Thursday, June 11, 2009
Notes from the first war on drugs
Sometime after midnight on the morning of Wednesday, February 11, 1931, Ann Arbor police observed an Oldsmobile stopping at a series of houses in the residential blocks east of the campus. At each, the driver would stay behind the wheel while a second figure, carrying an indeterminate burden, would approach the house and go inside. A few minutes later the figure would emerge from the house free of his load and reenter the car, which would move on to the next stop.
Concluding that this behavior suggested activity in violation of the constitutional prohibition of the sale and distribution of alcoholic spirits, the police pulled the car over. The driver, a teenage boy, identified himself as Shirley O'Toole, of 215 N. State. Under questioning, young O'Toole admitted that his passenger, Joseph Looney, of 104 N. Fourth, had been delivering supplies of liquor to fraternities.
Joseph Looney and Shirley O'Toole?
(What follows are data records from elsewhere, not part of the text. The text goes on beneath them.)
def test_a_determinant_sign_change_unmatched_by_tracked_values_forces_the_full_search():
    b = 1.9
    matrix = brusselator_jacobian(uniform_state(NODES, b), {"a": A, "b": b, "d1": D1, "d2": D2})
    matrix = matrix.tocsc()
    exact = exact_leading(NODES, b)
    sign = mode_determinant_sign(NODES, b)
    _, first = eigen_tracking.track_leading_eigenvalues(matrix, None, determinant_sign=sign)
    assert (first.tracked, first.full_searches) == (0, 1)
    # the same sign: tracking is confident
    same, second = eigen_tracking.track_leading_eigenvalues(matrix, first, determinant_sign=sign)
    assert same.method == "tracked shift-invert Arnoldi"
    assert (second.tracked, second.full_searches) == (1, 1)
    # the sign flips (a real eigenvalue would have crossed zero somewhere) while the
    # tracked real values did not cross: rule 5 sends it to the full search
    flipped, third = eigen_tracking.track_leading_eigenvalues(
        matrix, second, determinant_sign=-sign
    )
    assert flipped.method != "tracked shift-invert Arnoldi"
    assert (third.tracked, third.full_searches) == (1, 2)
    np.testing.assert_allclose(flipped.values, exact, atol=1e-9)


# ---------------------------------------------------------------------------
# memory: no n x n dense array on the sparse path; a run that runs out keeps its points

CAPPED_SETUP = """
from test_sparse_eigen import brusselator_model, trace_branch, locate_events, uniform_state
from branchline.scan.loader import StepSettings

nodes = {nodes}
model = brusselator_model(nodes, 1.999)
"""
CAPPED_BODY = """
branch = trace_branch(model, "u", "b", model.defaults, uniform_state(nodes, 1.999),
                      (1.999, 2.001), "increasing",
                      StepSettings(initial=0.3, largest=0.3, max_points=10))
events = locate_events(model, branch)
print(branch.status, len(branch), [(e.kind, repr(e.value), e.details["method"])
                                   for e in events])
"""


def test_sparse_hopf_location_runs_under_a_memory_cap():
    nodes = 2000  # 4000 states: a dense 4000 x 4000 array takes 128 MB
    lines = run_under_memory_cap(
        CAPPED_SETUP.format(nodes=nodes), CAPPED_BODY, 2 * nodes, 96 * 2**20
    )
    assert lines[0] == "dense refused"
    status, _, rest = lines[1].partition(" ")
    assert status == "done"
    assert "'hopf'" in rest and "Newton" in rest
    value = float(rest.split("'hopf', '")[1].split("'")[0])
    assert value == pytest.approx(1.0 + A * A, abs=1e-10)  # Prigogine & Lefever 1968


FAULT_SCAN = """
title = "a run that runs out of memory part-way"
[model.parameters]
F = 0.0
[model.python]
rhs = "faulty_models:healthy"
size = 2
[[trace]]
name = "short"
vary = "F"
interval = [0.0, 0.9]
start = { x0 = 1.0, x1 = 0.0 }
direction = "increasing"
"""


def test_a_run_that_runs_out_of_memory_part_way_keeps_its_points(tmp_path, capsys, monkeypatch):
    observe = equilibrium_branch.EquilibriumBranch.observe

    def observe_until_memory_runs_out(self, u, tangent, jacobian):
        if u[-1] > 0.3:
            raise MemoryError("Unable to allocate 74.5 GiB")
        return observe(self, u, tangent, jacobian)

    monkeypatch.setattr(
        equilibrium_branch.EquilibriumBranch, "observe", observe_until_memory_runs_out
    )
    scan = tmp_path / "memory.toml"
    scan.write_text(FAULT_SCAN)
    out = tmp_path / "out"
    code = main(["run", str(scan), "--out", str(out), "--quiet"])
    err = capsys.readouterr().err
    assert code == 1 and "Traceback" not in err
    info = json.loads((out / "run.json").read_text())
    (trace,) = info["traces"]
    assert trace["status"] == "failed"
    assert "ran out of memory" in trace["message"] and "74.5 GiB" in trace["message"]
    points = pd.read_csv(out / "points.csv")
    assert points["F"].min() == 0.0 and 0.2 < points["F"].max() <= 0.3
    assert "ran out of memory" in (out / "report.md").read_text()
I wonder if there can be better names for bootleggers.
Prohibition really was quite asinine.
6 Comments:
, at
It isn't clear if they delivered legally produced liquor or bootleg.
I can suggest many names for frat boys or anyone else who consumes liquor of unknown provenance.
Here are two.
Soontobe Sorry and Clueless Beyondadoubt
K
Equally as assinine, if not in fact more so, are those states that still, 75 years on, still, practice a form of prohibition by continuing direct state control over the distribution of alcohol. The state store system in PA, for instance, is a farce and another patronage distribution arena.
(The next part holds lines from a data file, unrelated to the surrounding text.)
/* The last accepted step's own polynomial: exact ends, order 8 inside. */
static int radau15_dense(const void *ws, double t, double *r, double *v)
{
    const radau15_ws *w = ws;
    size_t sz = (size_t)w->dim * sizeof(double);
    if (!w->have_step && t == w->t) {
        memcpy(r, w->r, sz);
        memcpy(v, w->v, sz);
        return PB_OK;
    }
    if (!w->have_step || !(t >= w->d_t0 && t <= w->t))
        return PB_EINVAL;
    if (t == w->t || t == w->d_t0) {
        memcpy(r, t == w->t ? w->r : w->d_r, sz);
        memcpy(v, t == w->t ? w->v : w->d_v, sz);
        return PB_OK;
    }
    radau15_poly(w->dim, (t - w->d_t0) / w->d_dt, w->d_dt, w->d_r, w->d_v, w->d_a, w->d_B, r, v);
    for (int i = 0; i < w->dim; i++)
        if (!isfinite(r[i]) || !isfinite(v[i]))
            return PB_ENONFINITE;
    return PB_OK;
}

static void radau15_get_state(const void *ws, double *t, double *r, double *v)
{
    const radau15_ws *w = ws;
    *t = w->t;
    memcpy(r, w->r, (size_t)w->dim * sizeof(double));
    memcpy(v, w->v, (size_t)w->dim * sizeof(double));
}

static void radau15_get_stats(const void *ws, pb_method_stats *st)
{
    *st = ((const radau15_ws *)ws)->st;
}

void pb_radau15_get_info(const void *ws, pb_radau15_info *info)
{
    *info = ((const radau15_ws *)ws)->info;
}

const pb_method_type pb_method_radau15 = {
    PB_METHOD_RECORD_HEAD,
    .name = "radau15",
    .description = "Everhart's Gauss-Radau 15 (Rein & Spiegel step control), r'' = a(t, r, v), "
                   "compensated sums always",
    .source = "Everhart (1985), IAU Colloq. 83, 185; Rein & Spiegel (2015), MNRAS 446, 1424",
    .order = 15,
    .flags = PB_KIND_ADAPTIVE,
    .alloc = radau15_alloc,
    .start = radau15_start,
    .advance = radau15_advance,
    .get_state = radau15_get_state,
    .get_stats = radau15_get_stats,
    .free = radau15_free,
    .dense = radau15_dense,
    /* inside a step the acceleration polynomial is off by O(dt^8): the
     * velocity by O(dt^9), the position by O(dt^10) */
    .dense_order = 8,
};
By Georg Felis, at Fri Jun 12, 10:28:00 AM:
Perhaps if their names were Kennedy....
By Escort81, at Fri Jun 12, 01:07:00 PM:
During my father's freshman year fall at Princeton in 1933 Prohibition was still in effect. There was plenty of bootlegged whiskey around campus and in the clubs, however. I think we still have the flask around somewhere that he used as an undergraduate.
The encouraging thing about the end of 1933 is that it demonstrates that the U.S. can undo laws -- even Constitutional Amendments -- that are passed and then turn out not to be something the people actually wanted, once it was put in practice (even if it takes another Amendment). I hope that we haven't lost that ability (and I hope Prohibition isn't the "exception that proves the rule" that structural changes can't be reversed); it might come in handy some time next decade.
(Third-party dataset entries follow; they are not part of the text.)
/* The floor of positions and velocities scales with the orbit: |r0| and
 * |v0| from the catalogue; 1 (a tighter floor) for problems it does not know. */
static json_t *baseline_scale(const char *problem)
{
    double len = 1, speed = 1;
    pb_problem p;
    if (problem && pb_problem_lookup(problem, &p) == PB_OK) {
        double l = baseline_norm(p.r0, p.dim), s = baseline_norm(p.v0, p.dim);
        if (l > 0 && isfinite(l))
            len = l;
        if (s > 0 && isfinite(s))
            speed = s;
    }
    json_t *o = json_object();
    json_object_set_new(o, "length", json_real(len));
    json_object_set_new(o, "speed", json_real(speed));
    return o;
}

json_t *pb_baseline_from_summary(const json_t *summary)
{
    json_t *b = json_object();
    json_object_set_new(b, "format", json_integer(PB_BASELINE_FORMAT));
    json_object_set_new(b, "kind", json_string(PB_BASELINE_KIND));
    static const char *const top[] = {"tool", "sweep", "machine", "build", NULL};
    baseline_copy_keys(b, summary, top);
    json_t *cases = json_array();
    size_t i;
    json_t *c;
    json_array_foreach(json_object_get(summary, "cases"), i, c) {
        json_t *o = json_object(), *st = json_object(), *m = json_object(), *n = json_object(),
               *t = json_object();
        json_t *cm = json_object_get(c, "metrics"), *cc = json_object_get(c, "cost");
        const char *fp = json_string_value(json_object_get(c, "fingerprint"));
        json_object_set_new(o, "id", json_deep_copy(json_object_get(c, "id")));
        json_object_set_new(o, "status", json_deep_copy(json_object_get(c, "status")));
        baseline_copy_keys(st, c, baseline_settings);
        json_object_set_new(o, "settings", st);
        json_object_set_new(o, "scale", baseline_scale(json_string_value(json_object_get(c, "problem"))));
        baseline_copy_keys(m, cm, pb_check_metrics);
        baseline_copy_keys(m, cm, baseline_classes);
        baseline_copy_keys(m, cm, baseline_info);
        json_object_set_new(o, "metrics", m);
        baseline_copy_keys(n, cc, baseline_counts);
        json_object_set_new(o, "counts", n);
        baseline_copy_keys(t, cc, baseline_timing);
        json_object_set_new(o, "timing", t);
        json_object_set_new(o, "fingerprint", json_string(fp ? fp : ""));
        json_array_append_new(cases, o);
    }
    json_object_set_new(b, "cases", cases);
    return b;
}

/* ---- options ---------------------------------------------------------- */

void pb_check_options_default(pb_check_options *o)
{
    memset(o, 0, sizeof *o);
    o->tolerance = PB_CHECK_TOLERANCE;
    o->floor = PB_CHECK_FLOOR;
    o->timing_ratio = PB_CHECK_TIMING_RATIO;
}

int pb_check_options_metric(pb_check_options *o, const char *arg, char *err, size_t errlen)
{
    const char *eq = strchr(arg, '=');
    size_t len = eq ? (size_t)(eq - arg) : 0;
    const char *const *k = pb_check_metrics;
    for (; eq && *k; k++)
        if (strlen(*k) == len && !strncmp(*k, arg, len))
            break;
    if (!eq || !*k) {
        int n = snprintf(err, errlen, "--metric-tolerance expects NAME=REL with NAME one of");
        for (k = pb_check_metrics; *k && n > 0 && (size_t)n < errlen; k++)
            n += snprintf(err + n, errlen - (size_t)n, " %s", *k);
        if (n > 0 && (size_t)n < errlen)
            snprintf(err + n, errlen - (size_t)n, "; got '%s'", arg);
        return -1;
    }
    char *end;
    errno = 0;
    double t = strtod(eq + 1, &end);
    if (end == eq + 1 || *end || errno || !isfinite(t) || t < 0 || t > PB_CHECK_TOLERANCE_MAX) {
        snprintf(err, errlen, "--metric-tolerance %s: expects a relative tolerance from 0 to %g, "
                 "got '%s'", *k, PB_CHECK_TOLERANCE_MAX, eq + 1);
        return -1;
    }
    int i = 0;
    while (i < o->n_metric && strcmp(o->metric_name[i], *k))
        i++;
    if (i == PB_CHECK_METRIC_MAX) {
        snprintf(err, errlen, "--metric-tolerance: too many overrides");
        return -1;
    }
    snprintf(o->metric_name[i], sizeof o->metric_name[i], "%s", *k);
    o->metric_tol[i] = t;
    if (i == o->n_metric)
        o->n_metric++;
    return 0;
}

static double check_tolerance(const pb_check_options *o, const char *metric)
{
    for (int i = 0; i < o->n_metric; i++)
        if (!strcmp(o->metric_name[i], metric))
            return o->metric_tol[i];
    return o->tolerance;
}

/* ---- comparison ------------------------------------------------------- */

const char *pb_check_verdict_name(pb_check_verdict v)
{
    switch (v) {
    case PB_CHECK_SAME: return "ok";
    case PB_CHECK_IMPROVED: return "improved";
    case PB_CHECK_CHANGED: return "changed";
    case PB_CHECK_NEW: return "new";
    case PB_CHECK_REGRESSED: return "REGRESSION";
    case PB_CHECK_MISSING: return "MISSING";
    }
    return "?";
}

static pb_check_row *check_row(pb_check_report *r, const char *id, const char *item,
                               pb_check_verdict v)
{
    if (r->n == r->cap) {
        size_t cap = r->cap ? 2 * r->cap : 256;
        pb_check_row *rows = realloc(r->rows, cap * sizeof *rows);
        if (!rows)
            return NULL;
        r->rows = rows;
        r->cap = cap;
    }
    pb_check_row *w = &r->rows[r->n++];
    memset(w, 0, sizeof *w);
    snprintf(w->case_id, sizeof w->case_id, "%s", id);
    snprintf(w->item, sizeof w->item, "%s", item);
    w->verdict = v;
    snprintf(w->base, sizeof w->base, "-");
    snprintf(w->run, sizeof w->run, "-");
    if (v == PB_CHECK_REGRESSED || v == PB_CHECK_MISSING)
        r->regressions++;
    if (v == PB_CHECK_IMPROVED)
        r->improvements++;
    return w;
}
By Muddy Waters, at Fri Jun 12, 04:50:00 PM:
Prohibition really was quite asinine.
It still is
By Dawnfire82, at Sat Jun 13, 11:42:00 AM:
Incomparable. The use of alcohol had been part of mainstream society for what, 5,000 years when they suddenly banned it?
Referring to modern restrictions on drug possession and use (most of which are recently discovered anyway, and many of which are much more destructive than alcohol) as the same kind of Prohibition is inaccurate.